Design and construction
- Architect: Henry Flitcroft

= King Alfred's Tower =

Folly tower in Somerset, England

Alfred's Tower is a folly in Somerset, England, on the edge of the border with Wiltshire, on the Stourhead estate. The tower stands on Kingsettle Hill and belongs to the National Trust. It is designated as a Grade I listed building.

Henry Hoare II planned the tower in the 1760s to commemorate the end of the Seven Years' War against France and the accession of King George III, and it was erected near the site of Egbert's Stone, where it is believed that Alfred the Great, King of Wessex, rallied the Anglo-Saxons in 878 before the Battle of Edington. The tower was damaged by an aeroplane in 1944 and restored in the 1980s.

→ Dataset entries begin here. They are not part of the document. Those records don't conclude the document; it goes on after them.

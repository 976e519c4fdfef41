namespace Stochastic.Chains.Kernels;

/// <summary>
/// Householder reduction to upper Hessenberg form, A = Q H Qᵀ with zeros below the first subdiagonal of H and Q orthogonal
/// (Golub and Van Loan, Matrix Computations, 4th ed. 2013, section 7.4; Martin and Wilkinson in Wilkinson and Reinsch 1971).
/// Backward stable: H is exact for a matrix within a modest multiple of n u ‖A‖ of A. About 14/3 n³ flops with Q.
/// </summary>
internal static class HessenbergForm
{
    /// <summary>Overwrites matrix (row-major) by H and transposedBasis by Qᵀ.</summary>
    internal static void Reduce(Span<double> matrix, int order, Span<double> transposedBasis, CancellationToken cancellation)
    {
        var reflector = new double[order];
        var sums = new double[order];
        var betas = new double[order];
        for (var column = 0; column < order - 2; column++)
        {
            cancellation.ThrowIfCancellationRequested();
            var first = column + 1;
            var vector = reflector.AsSpan(0, order - first);
            for (var row = first; row < order; row++)
            {
                vector[row - first] = matrix[(row * order) + column];
                matrix[(row * order) + column] = 0;
            }

            betas[column] = HouseholderReflector.Form(vector, out var image);
            matrix[(first * order) + column] = image;
            if (betas[column] != 0)
            {
                Reflect(matrix, order, first, vector, betas[column], sums.AsSpan(0, order - first));
            }

            // A row of the basis that is not in use yet keeps the reflector until it is applied.
            vector.CopyTo(transposedBasis.Slice((first * order) + first, order - first));
        }

        Accumulate(transposedBasis, order, betas, reflector);
    }

    // P A P: from the right row by row, gathering vᵀ A on the way, then from the left.
    private static void Reflect(Span<double> matrix, int order, int first, ReadOnlySpan<double> vector, double beta, Span<double> sums)
    {
        sums.Clear();
        for (var row = 0; row < order; row++)
        {
            var entries = matrix.Slice((row * order) + first, order - first);
            VectorLoops.AddScaled(-beta * VectorLoops.Dot(entries, vector), vector, entries);
            if (row >= first)
            {
                VectorLoops.AddScaled(vector[row - first], entries, sums);
            }
        }

        for (var row = first; row < order; row++)
        {
            VectorLoops.AddScaled(-beta * vector[row - first], sums, matrix.Slice((row * order) + first, order - first));
        }
    }

    // Qᵀ is the product of the reflectors, last one leftmost; built from the last one so that each touches only a trailing square.
    private static void Accumulate(Span<double> transposedBasis, int order, ReadOnlySpan<double> betas, Span<double> reflector)
    {
        for (var column = order - 1; column >= 0; column--)
        {
            var diagonal = (column * order) + column;
            var vector = reflector[..(order - column)];
            transposedBasis.Slice(diagonal, order - column).CopyTo(vector);
            transposedBasis.Slice(column * order, order).Clear();
            transposedBasis[diagonal] = 1;
            for (var row = column + 1; row < order; row++)
            {
                transposedBasis[(row * order) + column] = 0;
            }

            if (column == 0 || betas[column - 1] == 0)
            {
                continue;
            }

            for (var row = column; row < order; row++)
            {
                var entries = transposedBasis.Slice((row * order) + column, order - column);
                VectorLoops.AddScaled(-betas[column - 1] * VectorLoops.Dot(entries, vector), vector, entries);
            }
        }
    }
}
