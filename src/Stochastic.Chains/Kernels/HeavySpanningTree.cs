namespace Stochastic.Chains.Kernels;

/// <summary>
/// A spanning tree of the undirected graph of the moves between some states whose flows are heavy: each move counts as an edge with the
/// flow as its weight, and the tree is of largest weight but for ties (Borůvka 1926). O(m log n) time, O(n) memory.
/// </summary>
/// <param name="Order">The states, the root first and each other one after its parent.</param>
/// <param name="Parents">The parent of each state; the root has none.</param>
/// <param name="Flows">The flow along the edge of each state to its parent, rounded to nearest.</param>
internal sealed record HeavySpanningTree(int[] Order, int[] Parents, double[] Flows)
{
    /// <summary>The smallest flow along an edge; +∞ for a single state.</summary>
    internal double SmallestFlow()
    {
        var smallest = double.PositiveInfinity;
        foreach (var state in Order.AsSpan(1))
        {
            smallest = Math.Min(smallest, Flows[state]);
        }

        return smallest;
    }

    /// <summary>The tree of the flows weight · rate of normal size, or null when these do not connect the states.</summary>
    internal static HeavySpanningTree? Find<TRows>(TRows rows, ReadOnlySpan<int> states, double[] weights, CancellationToken cancellation)
        where TRows : struct, IRateRows
    {
        var growth = new TreeGrowth(rows.Count);
        for (var edges = 0; edges < states.Length - 1; edges = growth.EdgeCount)
        {
            cancellation.ThrowIfCancellationRequested();
            growth.Scan(rows, states, weights);
            growth.Join(states);
            if (growth.EdgeCount == edges)
            {
                return null;
            }
        }

        return growth.RootedAt(states[0], states.Length);
    }
}
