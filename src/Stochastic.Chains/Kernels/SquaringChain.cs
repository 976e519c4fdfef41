namespace Stochastic.Chains.Kernels;

/// <summary>
/// A short addition chain: how to make a power with few multiplications. Power 0 is the base; power k is the product of two earlier ones.
/// </summary>
/// <remarks>
/// The best of halving, taking one off and dividing by small primes, as far as the exponent is at most 2¹⁶; above that its binary
/// digits (Knuth, The Art of Computer Programming, vol. 2, 3rd ed. 1997, section 4.6.3). Never more products than by binary digits alone.
/// </remarks>
internal sealed class SquaringChain
{
    private const long LargestSearched = 1 << 16;

    private readonly Dictionary<long, (int Cost, int Divisor)> _best = new() { [1] = (0, 0) };
    private readonly List<(int Left, int Right)> _products = [];

    private SquaringChain(long exponent)
    {
        Append(exponent, 0);
        LastUses = new int[_products.Count + 1];
        for (var product = 0; product < _products.Count; product++)
        {
            LastUses[_products[product].Left] = product;
            LastUses[_products[product].Right] = product;
        }

        LastUses[^1] = _products.Count;
    }

    /// <summary>The factors of the powers after the base, in the order in which they are made.</summary>
    internal IReadOnlyList<(int Left, int Right)> Products => _products;

    /// <summary>The last product that each power, the base included, is a factor of.</summary>
    internal int[] LastUses { get; }

    /// <summary>The chain of an exponent of one or more.</summary>
    internal static SquaringChain For(long exponent) => new(exponent);

    /// <summary>The largest number of powers that must be held at once, the one in the making included.</summary>
    internal int LargestHeld()
    {
        var largest = 1;
        for (var product = 0; product < _products.Count; product++)
        {
            var made = product;
            largest = Math.Max(largest, 1 + Enumerable.Range(0, made + 1).Count(power => LastUses[power] >= made));
        }

        return largest;
    }

    /// <summary>Appends the products that raise a power to an exponent; returns the power made.</summary>
    private int Append(long exponent, int power)
    {
        if (exponent == 1)
        {
            return power;
        }

        var divisor = Best(exponent).Divisor;
        return divisor switch
        {
            1 => Multiply(Append(exponent - 1, power), power),
            2 => Append(exponent / 2, power) is var half ? Multiply(half, half) : power,
            _ => Append(divisor, Append(exponent / divisor, power)),
        };
    }

    private int Multiply(int left, int right)
    {
        _products.Add((left, right));
        return _products.Count;
    }

    /// <summary>The number of products, and the divisor of the first way to reach it; 1 stands for taking one off.</summary>
    private (int Cost, int Divisor) Best(long exponent)
    {
        if (_best.TryGetValue(exponent, out var known))
        {
            return known;
        }

        var best = exponent % 2 == 0 ? (Best(exponent / 2).Cost + 1, 2) : (Best(exponent - 1).Cost + 1, 1);
        if (exponent <= LargestSearched)
        {
            foreach (var prime in (ReadOnlySpan<int>)[3, 5, 7, 11, 13])
            {
                if (exponent % prime == 0 && exponent > prime)
                {
                    var cost = Best(prime).Cost + Best(exponent / prime).Cost;
                    best = cost < best.Item1 ? (cost, prime) : best;
                }
            }
        }

        return _best[exponent] = best;
    }
}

The 49 m triangular tower has a hollow centre and is climbed by means of a spiral staircase in one of the corner projections. It has a statue of King Alfred and a dedication inscription.

==Location==
The tower stands near the site of 'Egbert's Stone', where it was said that Alfred the Great, King of Wessex, rallied the Saxons in May 878 before the important Battle of Edington (historically known as the battle of Ethandun), where the Danish army, led by Guthrum the Old, was defeated. It is the start of the Leland Trail, a 28 mi footpath which runs south-west to Ham Hill Country Park.

==History==
The project to build the tower was conceived in 1762 by the banker Henry Hoare II (1705–1785). The tower was intended to commemorate the end of the Seven Years' War against France and the accession of King George III.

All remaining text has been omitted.